This site is now read-only. You can find our new documentation site and support forum for posting questions here.
Be sure to read our welcome blog!
Why is this variant not called?
I've been playing around with RNA-seq data and came across what seems to be a high quality single nucleotide variant but that isn't detected by HaplotypeCaller.
I followed the Calling variants in RNAseq method, except for the alignment which was carried out by tophat2 (and looks good). Then I used MarkDuplicates, ReorderSam, SplitNCigarReads, BaseRecalibrator, PrintReads and finally HaplotypeCaller.
When I look at the reads that come out of the PrintReads steps with IGV, I can see a lot of high quality reads with the variant sequence (see attachment).
However the HaplotypeCaller doesn't report this site as variant in the VCF output. I first thought it was filtered but setting stand_call_conf and stand_emit_conf to 0.0, and adding EMIT_ALL_SITES doesn't make a difference on this site (although I can see lots of low quality sites appear as expected).
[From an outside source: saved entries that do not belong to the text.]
import { useCallback } from 'react';
import { profiles, isProfileKey } from '@shared/rules/index';
import { upcomingSeason } from '@shared/schemas/plan';
import { Button } from '@/components/ui/button';
import { EmptyState } from '@/components/ui/empty-state';
import { ErrorState } from '@/components/ui/error-state';
import { Pager } from '@/components/ui/pager';
import { SelectField } from '@/components/ui/select-field';
import { TableSkeleton } from '@/components/ui/skeleton';
import { TagSearch } from '@/components/ui/tag-search';
import { TextLink } from '@/components/ui/text-link';
import { WhyDisclosure } from '@/components/ui/why-disclosure';
import { paths } from '@/config/paths';
import { useSugarbush } from '@/lib/get-sugarbush';
import { nextSort, toTableSort } from '@/lib/list-search-params';
import { useUnitSystem } from '@/lib/units';
import { complianceCsvUrl, useCompliance } from '../api/get-compliance';
import { useTrends } from '../api/get-trends';
import type { ComplianceFilters } from '../api/overview-keys';
import { findingFilter, guidelineOptions } from '../lib/finding-words';
import { useComplianceSearchParams } from './compliance-search-params';
import { ComplianceTable } from './compliance-table';
import { ComplianceTotalsTable, complianceSentence } from './compliance-totals';

/** "Conservative" from "Conservative (one tap from 12 in, two from 18 in)". */
export const shortLabel = (label: string) => label.replace(/\s*\(.*\)$/, '');

/** The seasons a report can be read for: those with taps recorded, newest first. */
function useTappedSeasons(sugarbushId: number) {
  const trends = useTrends(sugarbushId);
  const seasons = (trends.data?.items ?? [])
    .filter((i) => !i.planned && i.tapsSet > 0)
    .map((i) => i.season)
    .reverse();
  return { seasons, pending: trends.isPending };
}

/** Whether a past season's tapping kept to a guideline, tree by tree, and beside a second one. */
export function ComplianceSection({ sugarbushId }: { sugarbushId: number }) {
  const { filters: params, update } = useComplianceSearchParams();
  const { unit } = useUnitSystem();
  const stand = useSugarbush(sugarbushId);
  const tapped = useTappedSeasons(sugarbushId);
  const season = params.season ?? tapped.seasons[0] ?? upcomingSeason() - 1;
  // Left out, the guideline is the stand's own (the API's default too).
  const filters: ComplianceFilters = { ...params, season };
  const profile = params.profile ?? stand.data?.profile ?? 'conservative';
  const ready = !(params.season === undefined && tapped.pending);
  const report = useCompliance(sugarbushId, filters, ready);
  const onSearch = useCallback((q: string) => update({ q }, { replace: true }), [update]);
  const options = guidelineOptions(stand.data?.customProfile != null);
  const seasons = [...new Set([season, ...tapped.seasons])].sort((a, b) => b - a);
  const data = ready ? report.data : undefined;

  const controls = (
    <div className="grid grid-cols-1 gap-3 sm:grid-cols-3 print:hidden">
      <SelectField
        label="Season"
        value={String(season)}
        options={seasons.map((s) => ({ value: String(s), label: String(s) }))}
        onChange={(s) => update({ season: Number(s) })}
      />
      <SelectField
        label="Guideline"
        value={profile}
        options={options}
        onChange={(profile) => update({ profile })}
      />
      <SelectField
        label="Beside it"
        all="No second guideline"
        value={filters.compare}
        options={options.filter((o) => o.value !== profile)}
        onChange={(compare) => update({ compare, changed: undefined })}
      />
    </div>
  );

  let body;
  if (!data && (report.isPending || !ready)) body = <TableSkeleton label="Loading the report" />;
  else if (report.isError || !data)
    body = (
      <ErrorState
        title={`We couldn't load the report for ${season}.`}
        error={report.error}
        onRetry={() => void report.refetch()}
      />
    );
  else {
    const compareLabel = data.compare ? shortLabel(data.compare.label) : null;
    const report2 = {
      season: data.season,
      profile: filters.profile,
      compare: filters.compare,
    };
    body = (
      <>
        <p className="mt-3 max-w-prose">{complianceSentence(data.season, data.totals)}.</p>
        <div className="mt-1 flex flex-wrap items-center gap-x-4 text-sm">
          <span>Guideline: {data.profile.label}</span>
          <WhyDisclosure
            source={data.profile.source}
            notes={[`Spacing: ${data.profile.spacingSource}`]}
            label="Where it comes from"
          />
        </div>
        {data.compare && data.treesChanged !== null && (
          <p className="mt-1 max-w-prose text-sm">
            Under {data.compare.label}, {data.treesChanged} of the tapped trees read differently.
          </p>
        )}
        <div className="mt-3">
          <ComplianceTotalsTable
            totals={data.totals}
            label={shortLabel(data.profile.label)}
            compare={
              data.compare && data.compareTotals
                ? { totals: data.compareTotals, label: compareLabel! }
                : null
            }
          />
        </div>
        <div className="mt-4 flex flex-wrap gap-3 print:hidden">
          <a
            href={complianceCsvUrl(sugarbushId, filters)}
            download
            className="inline-flex min-h-11 items-center rounded border border-bark/40 px-4 hover:bg-frost md:min-h-9"
          >
            Download CSV
          </a>
          <TextLink to={paths.complianceReport.href(sugarbushId, report2)}>
            Printable report for a lease review
          </TextLink>
        </div>
        <div className="mt-4 grid grid-cols-1 gap-3 sm:grid-cols-3">
          <TagSearch value={filters.q ?? ''} onSearch={onSearch} />
          <SelectField
            {...findingFilter}
            value={filters.finding}
            onChange={(finding) => update({ finding })}
          />
          {data.compare && (
            <label className="inline-flex min-h-11 items-center gap-2 self-end md:min-h-9">
              <input
                type="checkbox"
                checked={filters.changed === true}
                onChange={(e) => update({ changed: e.target.checked || undefined })}
                className="h-5 w-5 accent-sap"
              />
              Only trees the two read differently
            </label>
          )}
        </div>
        {data.total === 0 ? (
          <EmptyState title="No tapped tree matches">
            <Button
              variant="quiet"
              onClick={() => update({ q: undefined, finding: undefined, changed: undefined })}
            >
              Show every tapped tree
            </Button>
          </EmptyState>
        ) : (
          <>
            <ComplianceTable
              items={data.items}
              unit={unit}
              compareLabel={compareLabel}
              sort={toTableSort(filters.sort ?? 'tag')}
              onSort={(field) => update({ sort: nextSort(filters.sort ?? 'tag', field) })}
              stale={report.isPlaceholderData}
            />
            <Pager label="Report pages" list={data} onPage={(page) => update({ page })} />
          </>
        )}
      </>
    );
  }

  const current =
    filters.profile && isProfileKey(filters.profile) ? profiles[filters.profile] : null;
  return (
    <section id="compliance" aria-labelledby="compliance-heading" className="scroll-mt-4">
      <h2 id="compliance-heading" className="mb-1 text-lg font-bold">
        Did the tapping keep to the guideline?
      </h2>
      <p className="mb-3 max-w-prose text-sm text-bark">
        Each tree tapped in a season, held against the taps the{' '}
        {current ? shortLabel(current.label).toLowerCase() : 'chosen'} table allowed at the DBH
        measured before that season, the spacing of its holes, and its size and crown then.
      </p>
      {controls}
      {body}
    </section>
  );
}
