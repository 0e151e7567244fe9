import type { ComplianceTotals } from '@shared/schemas/compliance';
import { formatNumber } from '@/lib/units';

const rows: { key: keyof ComplianceTotals; label: string }[] = [
  { key: 'treesTapped', label: 'Trees tapped' },
  { key: 'tapsSet', label: 'Taps set' },
  { key: 'tapsAllowed', label: 'Taps allowed' },
  { key: 'tapsOver', label: 'Taps over' },
  { key: 'treesOver', label: 'Trees with more taps than allowed' },
  { key: 'holesTooClose', label: 'Holes too close' },
  { key: 'treesTooSmall', label: 'Trees tapped too small' },
  { key: 'treesDeclining', label: 'Trees tapped while declining' },
  { key: 'treesUnmeasured', label: 'Trees with no DBH before the season' },
  { key: 'treesCompliant', label: 'Trees with no finding' },
];

/** The season's totals under the guideline, and under a second one beside it. */
export function ComplianceTotalsTable({
  totals,
  label,
  compare,
}: {
  totals: ComplianceTotals;
  label: string;
  compare: { totals: ComplianceTotals; label: string } | null;
}) {
  return (
    <div className="overflow-x-auto">
      <table
        aria-label="Compliance totals"
        className="w-full border-collapse text-left tabular-nums"
      >
        <thead>
          <tr className="border-b-2 border-ink/70 text-sm">
            <th scope="col" className="px-3 py-2">
              <span className="sr-only">Figure</span>
            </th>
            <th scope="col" className="px-3 py-2 text-right">
              {label}
            </th>
            {compare && (
              <th scope="col" className="px-3 py-2 text-right">
                {compare.label}
              </th>
            )}
          </tr>
        </thead>
        <tbody>
          {rows.map((r) => (
            <tr key={r.key} className="border-b border-rule">
              <th scope="row" className="px-3 py-1.5 font-normal">
                {r.label}
              </th>
              <td className="px-3 py-1.5 text-right font-bold">{formatNumber(totals[r.key])}</td>
              {compare && (
                <td className="px-3 py-1.5 text-right font-bold">
                  {formatNumber(compare.totals[r.key])}
                </td>
              )}
            </tr>
          ))}
        </tbody>
      </table>
    </div>
  );
}

/** "In 2026, 984 trees were tapped with 1,512 taps; the guideline allowed them 1,487 …". */
export function complianceSentence(season: number, t: ComplianceTotals): string {
  if (t.treesTapped === 0) return `No taps are recorded for ${season}`;
  const findings =
    t.treesWithFindings === 0
      ? 'no tree has a finding'
      : `${formatNumber(t.treesWithFindings)} ${t.treesWithFindings === 1 ? 'tree has' : 'trees have'} a finding`;
  return `In ${season}, ${formatNumber(t.treesTapped)} trees were tapped with ${formatNumber(t.tapsSet)} taps; at the DBH measured before the season the guideline allowed them ${formatNumber(t.tapsAllowed)}, and ${findings}`;
}
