import type { ReactElement } from 'react';
import { ResponsiveContainer } from 'recharts';
import type { TrendSeason } from '@shared/schemas/trends';
import { colors } from '@/lib/theme';

/** Margins that leave a phone's 390 px mostly to the plot. */
export const chartMargin = { top: 8, right: 8, bottom: 0, left: -8 };

/** Series colours in the order series are added: the accent first, then Okabe–Ito hues. */
export const series = [
  colors.sap,
  colors.moss,
  colors.advice.rest,
  colors.advice.small,
  colors.bark,
  colors.advice.reduced,
];

/** A second cue beside colour: each line of a chart drawn with its own dash. */
export const dashes = ['', '6 3', '2 3', '8 3 2 3', '1 2'];

export const chartFont = 12;

/** Legends list their series in the order they are drawn. */
export const legendProps = { wrapperStyle: { fontSize: chartFont }, itemSorter: null };

/** An axis tick with its unit, never broken across two lines. */
export const unitTick = (unit: string) => (v: number) => `${v}\u00a0${unit}`;

/** The x-axis label of a season (the section's note says which one is planned). */
export const seasonTick = (i: TrendSeason) => String(i.season);

/** Ticks of a chart in per cent of a whole. */
export const percentTicks = [0, 25, 50, 75, 100];

export function ChartBox({ children }: { children: ReactElement }) {
  return (
    <ResponsiveContainer width="100%" height="100%">
      {children}
    </ResponsiveContainer>
  );
}
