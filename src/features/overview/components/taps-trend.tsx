import { Bar, BarChart, Legend, Tooltip, XAxis, YAxis } from 'recharts';
import type { TrendsResponse } from '@shared/schemas/trends';
import { axisProps, tooltipStyle } from '@/components/ui/chart-frame';
import { paths } from '@/config/paths';
import { formatNumber } from '@/lib/units';
import { tapsSentence } from '../lib/trend-words';
import { ChartBox, chartFont, chartMargin, seasonTick, series, legendProps } from './chart-kit';
import { FigureLink, TrendFigure, TrendTable } from './trend-figure';

/** Tapholes recorded each season beside the taps the season's advice allowed. */
export function TapsTrend({ trends }: { trends: TrendsResponse }) {
  const id = trends.sugarbushId;
  const data = trends.items.map((i) => ({
    x: seasonTick(i),
    set: i.planned ? null : i.tapsSet,
    advised: i.tapsAdvised,
  }));
  const report = (season: number, extra: Record<string, string> = {}) =>
    `${paths.overview.href(id, { season, ...extra })}#compliance`;
  return (
    <TrendFigure
      title="Taps set against the advice"
      sentence={tapsSentence(trends)}
      chart={
        <ChartBox>
          <BarChart data={data} margin={chartMargin}>
            <XAxis dataKey="x" minTickGap={2} {...axisProps(chartFont)} />
            <YAxis width={48} {...axisProps(chartFont)} />
            <Tooltip contentStyle={tooltipStyle} />
            <Legend {...legendProps} />
            <Bar dataKey="set" name="Taps set" fill={series[0]} isAnimationActive={false} />
            <Bar
              dataKey="advised"
              name="Taps the advice allowed"
              fill={series[1]}
              isAnimationActive={false}
            />
          </BarChart>
        </ChartBox>
      }
      table={
        <TrendTable
          label="Taps set and advised by season"
          items={trends.items}
          columns={[
            {
              key: 'set',
              header: 'Taps set',
              cell: (i) =>
                i.planned ? (
                  '—'
                ) : (
                  <FigureLink to={report(i.season)}>{formatNumber(i.tapsSet)}</FigureLink>
                ),
            },
            {
              key: 'tapped',
              header: 'Trees tapped',
              cell: (i) =>
                i.planned ? (
                  '—'
                ) : (
                  <FigureLink to={report(i.season)}>{formatNumber(i.treesTapped)}</FigureLink>
                ),
            },
            {
              key: 'advised',
              header: 'Taps advised',
              cell: (i) => (
                <FigureLink to={paths.plan.href(id, { season: i.season, sort: '-taps' })}>
                  {formatNumber(i.tapsAdvised)}
                </FigureLink>
              ),
            },
            {
              key: 'over',
              header: 'Trees over the advice',
              cell: (i) =>
                i.planned ? (
                  '—'
                ) : (
                  <FigureLink to={report(i.season, { finding: 'over' })}>
                    {formatNumber(i.treesOverAdvice)}
                  </FigureLink>
                ),
            },
          ]}
        />
      }
    />
  );
}
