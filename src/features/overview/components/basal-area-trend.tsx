import { Line, LineChart, Tooltip, XAxis, YAxis } from 'recharts';
import type { TrendsResponse } from '@shared/schemas/trends';
import { axisProps, lineProps, tooltipStyle } from '@/components/ui/chart-frame';
import { paths } from '@/config/paths';
import { formatNumber, type UnitSystem } from '@/lib/units';
import { areaWords, basalAreaSentence, basalPerArea } from '../lib/trend-words';
import { ChartBox, chartFont, chartMargin, seasonTick, series, unitTick } from './chart-kit';
import { FigureLink, TrendFigure, TrendTable } from './trend-figure';

/** Basal area per acre or hectare within the boundary, season by season. */
export function BasalAreaTrend({ trends, system }: { trends: TrendsResponse; system: UnitSystem }) {
  const w = areaWords(system);
  const id = trends.sugarbushId;
  const data = trends.items.map((i) => ({
    x: seasonTick(i),
    basal: basalPerArea(i, system),
  }));
  const show = (v: number | null) => (v === null ? '—' : formatNumber(v, w.basalDigits));
  return (
    <TrendFigure
      title={`Basal area per ${w.per}`}
      sentence={basalAreaSentence(trends, system)}
      chart={
        <ChartBox>
          <LineChart data={data} margin={chartMargin}>
            <XAxis dataKey="x" minTickGap={2} {...axisProps(chartFont)} />
            <YAxis width={52} tickFormatter={unitTick(w.basal)} {...axisProps(chartFont)} />
            <Tooltip
              contentStyle={tooltipStyle}
              formatter={(v) => [`${show(Number(v))} ${w.basal}`, `Per ${w.per}`]}
            />
            <Line dataKey="basal" stroke={series[0]} dot={{ r: 3 }} {...lineProps} />
          </LineChart>
        </ChartBox>
      }
      table={
        <TrendTable
          label={`Basal area per ${w.per} by season`}
          items={trends.items}
          columns={[
            {
              key: 'basal',
              header: `${w.basal} per ${w.per}`,
              cell: (i) => (
                <FigureLink to={paths.plan.href(id, { season: i.season, sort: '-dbh' })}>
                  {show(basalPerArea(i, system))}
                </FigureLink>
              ),
            },
            {
              key: 'trees',
              header: 'Living trees with a DBH',
              cell: (i) => (
                <FigureLink to={paths.plan.href(id, { season: i.season, sort: 'dbh' })}>
                  {formatNumber(i.dbhCm?.trees ?? 0)}
                </FigureLink>
              ),
            },
          ]}
        />
      }
    />
  );
}
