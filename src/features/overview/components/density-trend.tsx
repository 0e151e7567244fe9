import { Legend, Line, LineChart, Tooltip, XAxis, YAxis } from 'recharts';
import type { TrendSeason, TrendsResponse } from '@shared/schemas/trends';
import { axisProps, lineProps, tooltipStyle } from '@/components/ui/chart-frame';
import { paths } from '@/config/paths';
import { formatNumber, type UnitSystem } from '@/lib/units';
import {
  areaWords,
  densitySentence,
  tapsAdvisedPerArea,
  tapsSetPerArea,
  treesPerArea,
} from '../lib/trend-words';
import {
  ChartBox,
  chartFont,
  chartMargin,
  dashes,
  seasonTick,
  series,
  legendProps,
} from './chart-kit';
import { FigureLink, TrendFigure, TrendTable } from './trend-figure';

/** Trees standing, taps set and taps advised per acre or hectare within the boundary. */
export function DensityTrend({ trends, system }: { trends: TrendsResponse; system: UnitSystem }) {
  const { per } = areaWords(system);
  const id = trends.sugarbushId;
  const lines = [
    { key: 'trees', name: `Trees per ${per}`, value: (i: TrendSeason) => treesPerArea(i, system) },
    {
      key: 'set',
      name: `Taps set per ${per}`,
      value: (i: TrendSeason) => (i.planned ? null : tapsSetPerArea(i, system)),
    },
    {
      key: 'advised',
      name: `Taps advised per ${per}`,
      value: (i: TrendSeason) => tapsAdvisedPerArea(i, system),
    },
  ];
  const data = trends.items.map((i) => ({
    x: seasonTick(i),
    ...Object.fromEntries(lines.map((l) => [l.key, l.value(i)])),
  }));
  const show = (v: number | null) => (v === null ? '—' : formatNumber(v, 1));
  return (
    <TrendFigure
      title={`Trees and taps per ${per}`}
      sentence={densitySentence(trends, system)}
      chart={
        <ChartBox>
          <LineChart data={data} margin={chartMargin}>
            <XAxis dataKey="x" minTickGap={2} {...axisProps(chartFont)} />
            <YAxis width={40} {...axisProps(chartFont)} />
            <Tooltip contentStyle={tooltipStyle} formatter={(v) => show(Number(v))} />
            <Legend {...legendProps} />
            {lines.map((l, n) => (
              <Line
                key={l.key}
                dataKey={l.key}
                name={l.name}
                stroke={series[n]}
                strokeDasharray={dashes[n]}
                dot={{ r: 2 }}
                {...lineProps}
              />
            ))}
          </LineChart>
        </ChartBox>
      }
      table={
        <TrendTable
          label={`Trees and taps per ${per} by season`}
          items={trends.items}
          columns={lines.map((l) => ({
            key: l.key,
            header: l.name,
            cell: (i) => (
              <FigureLink
                to={
                  l.key === 'trees'
                    ? paths.trees.href(id)
                    : paths.plan.href(id, { season: i.season, sort: '-taps' })
                }
              >
                {show(l.value(i))}
              </FigureLink>
            ),
          }))}
        />
      }
    />
  );
}
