import { shareBands } from '@shared/schemas/share-bands';
import type { TrendsResponse } from '@shared/schemas/trends';
import { paths } from '@/config/paths';
import { colors } from '@/lib/theme';
import { formatNumber } from '@/lib/units';
import { percent, shareSentence } from '../lib/trend-words';
import { PercentStackChart, seasonTick } from './chart-kit';
import { FigureLink, TrendFigure, TrendTable } from './trend-figure';

/** From little clear wood left to plenty: alert to moss, through the accent. */
const bandColours = [
  colors.alert,
  colors.sap,
  colors.advice.reduced,
  colors.advice.rest,
  colors.moss,
];

/** How much clear wood the tapping zones of the trees big enough to tap have left. */
export function ShareTrend({ trends }: { trends: TrendsResponse }) {
  const id = trends.sugarbushId;
  const data = trends.items.map((i) => ({
    x: seasonTick(i),
    ...Object.fromEntries(
      shareBands.map((b) => [
        b.key,
        i.sharedTrees > 0 ? (100 * i.shareBands[b.key]) / i.sharedTrees : 0,
      ]),
    ),
  }));
  return (
    <TrendFigure
      title="Clear wood in the tapping zone"
      sentence={shareSentence(trends)}
      chart={
        <PercentStackChart
          data={data}
          stackId="share"
          series={shareBands.map((g, n) => ({
            key: g.key,
            label: g.label,
            colour: bandColours[n],
          }))}
        />
      }
      table={
        <TrendTable
          label="Clear wood in the tapping zone by season"
          items={trends.items}
          columns={[
            ...shareBands.map((b) => ({
              key: b.key,
              header: b.label,
              cell: (i: (typeof trends.items)[number]) => (
                <FigureLink to={paths.plan.href(id, { season: i.season, share: b.key })}>
                  {formatNumber(i.shareBands[b.key])} ({percent(i.shareBands[b.key], i.sharedTrees)}
                  )
                </FigureLink>
              ),
            })),
            {
              key: 'trees',
              header: 'Trees big enough to tap',
              cell: (i) => formatNumber(i.sharedTrees),
            },
          ]}
        />
      }
    />
  );
}
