import { loadConfig } from '../config';
import { exitOnConfigError } from '../index';
import { BackupError } from '../modules/backups/sqlite-file';
import { takeBackup } from '../modules/backups/take-backup';

/** `npm run backup`: an online, checked copy of the SQLite file and the uploaded files. */
try {
  const config = loadConfig();
  const { dir, manifest, removed } = await takeBackup(config);
  const { photos, basemaps } = manifest.files;
  console.log(`Backed up ${manifest.source.database} to ${dir}`);
  console.log(
    `  database ${manifest.database.bytes} bytes, integrity ${manifest.database.integrity}, ` +
      `at migration ${manifest.database.migration ?? '(none)'}`,
  );
  console.log(
    `  rows: ${Object.entries(manifest.rows)
      .map(([table, n]) => `${table} ${n}`)
      .join(', ')}`,
  );
  console.log(
    `  files: ${photos ? `${photos.count} photos` : 'photos not copied (S3)'}, ` +
      `${basemaps.count} basemaps`,
  );
  for (const note of manifest.notes) console.log(`  ${note}`);
  if (removed.length > 0)
    console.log(`  removed ${removed.length} older backup(s), keeping ${config.BACKUP_KEEP}`);
} catch (err) {
  if (err instanceof BackupError) {
    console.error(err.message);
    process.exit(1);
  }
  exitOnConfigError(err);
}
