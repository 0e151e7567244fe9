import type { ReactElement } from 'react';
import { ResponsiveContainer } from 'recharts';
import type { TrendSeason } from '@shared/schemas/trends';
import { colors } from '@/lib/theme';

/** Margins that leave a phone's 390 px mostly to the plot. */
export const chartMargin = { top: 8, right: 8, bottom: 0, left: -8 };

/** Series colours in the order series are added: the accent first, then Okabe–Ito hues. */
export const series = [
  colors.sap,
  colors.moss,
  colors.advice.rest,
  colors.advice.small,
  colors.bark,
  colors.advice.reduced,
];

/** A second cue beside colour: each line of a chart drawn with its own dash. */
export const dashes = ['', '6 3', '2 3', '8 3 2 3', '1 2'];

export const chartFont = 12;

/** The x-axis label of a season: the planned one marked so. */
export const seasonTick = (i: TrendSeason) => (i.planned ? `${i.season}*` : String(i.season));

export function ChartBox({ children }: { children: ReactElement }) {
  return (
    <ResponsiveContainer width="100%" height="100%">
      {children}
    </ResponsiveContainer>
  );
}
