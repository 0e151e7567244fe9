import { loadConfig } from '../config';
import { openDb, migrateLatest } from '../db';
import { exitOnConfigError } from '../index';
import { seedDemoIfEmpty } from './seed-demo';

try {
  const config = loadConfig();
  const db = openDb(config.database);
  await migrateLatest(db);
  const seeded = await seedDemoIfEmpty(db);
  console.log(seeded ? 'Demo data written.' : 'The database already has users: nothing seeded.');
  await db.destroy();
} catch (err) {
  exitOnConfigError(err);
}
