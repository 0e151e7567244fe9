import type { Knex } from 'knex';
import type { Membership } from '../../../shared/schemas/auth';
import type { Role } from '../../../shared/schemas/enums';

export function membersRepository(db: Knex) {
  return {
    async roleOf(userId: number, sugarbushId: number): Promise<Role | null> {
      const row = await db('memberships')
        .where({ user_id: userId, sugarbush_id: sugarbushId })
        .first('role');
      return (row?.role as Role) ?? null;
    },
    async membershipsOf(userId: number): Promise<Membership[]> {
      const rows = await db('memberships')
        .where({ user_id: userId })
        .orderBy('sugarbush_id')
        .select('sugarbush_id', 'role');
      return rows.map((r) => ({ sugarbushId: r.sugarbush_id, role: r.role }));
    },
    add: (userId: number, sugarbushId: number, role: Role) =>
      db('memberships').insert({ user_id: userId, sugarbush_id: sugarbushId, role }),
    async list(sugarbushId: number) {
      const rows = await db('memberships as m')
        .join('users as u', 'u.id', 'm.user_id')
        .where('m.sugarbush_id', sugarbushId)
        .orderBy('u.name')
        .select('u.id', 'u.name', 'u.email', 'm.role', 'm.created_at');
      return rows.map((r) => ({
        userId: r.id,
        name: r.name,
        email: r.email,
        role: r.role as Role,
        since: r.created_at,
      }));
    },
  };
}
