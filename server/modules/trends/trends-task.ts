import type { Knex } from 'knex';
import { mapRepository } from '../map/map.repository';
import { loadStandTrees } from '../plans/plans.repository';
import { standTrends, type TrendResult, type TrendTree } from './stand-trends';
import { trendsRepository } from './trends.repository';

/**
 * Whole-stand work for the trends, done in a worker thread on its own connection: the stand's
 * record and each season's stored advice read once, the figures worked out from them.
 */
export async function computeTrends(
  db: Knex,
  sugarbushId: number,
  seasons: readonly { season: number; standVersion: number }[],
  upcoming: number,
): Promise<TrendResult> {
  const repo = trendsRepository(db);
  const rows = await repo.trees(sugarbushId);
  const records = new Map((await loadStandTrees(db, sugarbushId)).map((t) => [t.id, t]));
  const boundary = await mapRepository(db).boundary(sugarbushId);
  const advised = [];
  for (const s of seasons)
    advised.push({
      season: s.season,
      advice: await repo.advice(sugarbushId, s.season, s.standVersion),
    });
  const trees: TrendTree[] = rows.map((row) => ({
    ...row,
    measurements: records.get(row.id)?.measurements ?? [],
    tapholes: records.get(row.id)?.tapholes ?? [],
    statusHistory: records.get(row.id)?.statusHistory,
  }));
  return standTrends({ upcoming, seasons: advised, trees, boundary });
}
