import { Link } from 'react-router';
import type { ComplianceItem, ComplianceReading } from '@shared/schemas/compliance';
import { DataTable, type Column, type TableSort } from '@/components/ui/data-table';
import { paths } from '@/config/paths';
import { formatDbh, formatPercent, type LengthUnit } from '@/lib/units';
import { findingLabels } from '../lib/finding-words';

function Findings({ reading }: { reading: ComplianceReading }) {
  if (reading.findings.length === 0) return <span className="text-bark">None</span>;
  return (
    <ul className="flex flex-col gap-0.5">
      {reading.findings.map((f) => (
        <li key={f}>
          <span aria-hidden="true" className="mr-1 font-bold text-alert">
            !
          </span>
          {findingLabels[f]}
        </li>
      ))}
    </ul>
  );
}

const allowed = (r: ComplianceReading) => (r.tapsAllowed === null ? '—' : String(r.tapsAllowed));

/** Tapped trees, what was set and what the guideline (and a second one) allowed. */
export function ComplianceTable({
  items,
  unit,
  compareLabel,
  sort,
  onSort,
  stale,
}: {
  items: ComplianceItem[];
  unit: LengthUnit;
  /** The second guideline's short name, when one is read beside the first. */
  compareLabel: string | null;
  sort?: TableSort;
  onSort?: (field: string) => void;
  stale?: boolean;
}) {
  const columns: Column<ComplianceItem>[] = [
    {
      key: 'tag',
      header: 'Tag',
      sortField: 'tag',
      className: 'whitespace-nowrap',
      cell: (i) => (
        <Link to={paths.tree.href(i.treeId)} className="font-bold underline underline-offset-4">
          {i.tag}
        </Link>
      ),
    },
    {
      key: 'dbh',
      header: `DBH before (${unit})`,
      sortField: 'dbh',
      align: 'right',
      cell: (i) => formatDbh(i.dbhBeforeCm, unit),
    },
    {
      key: 'crown',
      header: 'Crown before',
      align: 'right',
      className: 'hidden md:table-cell',
      cell: (i) => formatPercent(i.diebackBeforePct),
    },
    { key: 'set', header: 'Taps set', align: 'right', cell: (i) => String(i.tapsSet) },
    { key: 'allowed', header: 'Allowed', align: 'right', cell: allowed },
    {
      key: 'over',
      header: 'Over',
      sortField: 'over',
      align: 'right',
      cell: (i) => String(i.tapsOver),
    },
    {
      key: 'close',
      header: 'Too close',
      align: 'right',
      className: 'hidden sm:table-cell',
      cell: (i) => String(i.holesTooClose),
    },
    {
      key: 'findings',
      header: 'Findings',
      className: 'min-w-44',
      cell: (i) => <Findings reading={i} />,
    },
  ];
  if (compareLabel)
    columns.push(
      {
        key: 'compare-allowed',
        header: `Allowed, ${compareLabel}`,
        align: 'right',
        cell: (i) => (i.compare ? allowed(i.compare) : '—'),
      },
      {
        key: 'compare-findings',
        header: `Findings, ${compareLabel}`,
        className: 'min-w-44',
        cell: (i) => (i.compare ? <Findings reading={i.compare} /> : '—'),
      },
    );
  return (
    <DataTable
      label="Tapped trees against the guideline"
      columns={columns}
      rows={items}
      rowKey={(i) => i.treeId}
      sort={sort}
      onSort={onSort}
      stale={stale}
    />
  );
}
java -jar GenomeAnalysisTK.jar -T HaplotypeCaller -I Cet1_2.OS9_rg.bam -dontUseSoftClippedBases -stand_call_conf 0.0 -stand_emit_conf 0.0 -o Cet1_2.OS9_all_sites.vcf -R Homo_sapiens.GRCh38.dna.primary_assembly.fa -out_mode EMIT_ALL_SITES
This site is called in a replicate experiment (same cell line, different sample prep) and is assigned a very high quality (QD = 25.34, DP=1298). The two samples look very similar and I can't understand what's going on and why the variant isn't called?
Any idea on how to tackle this issue would be welcome.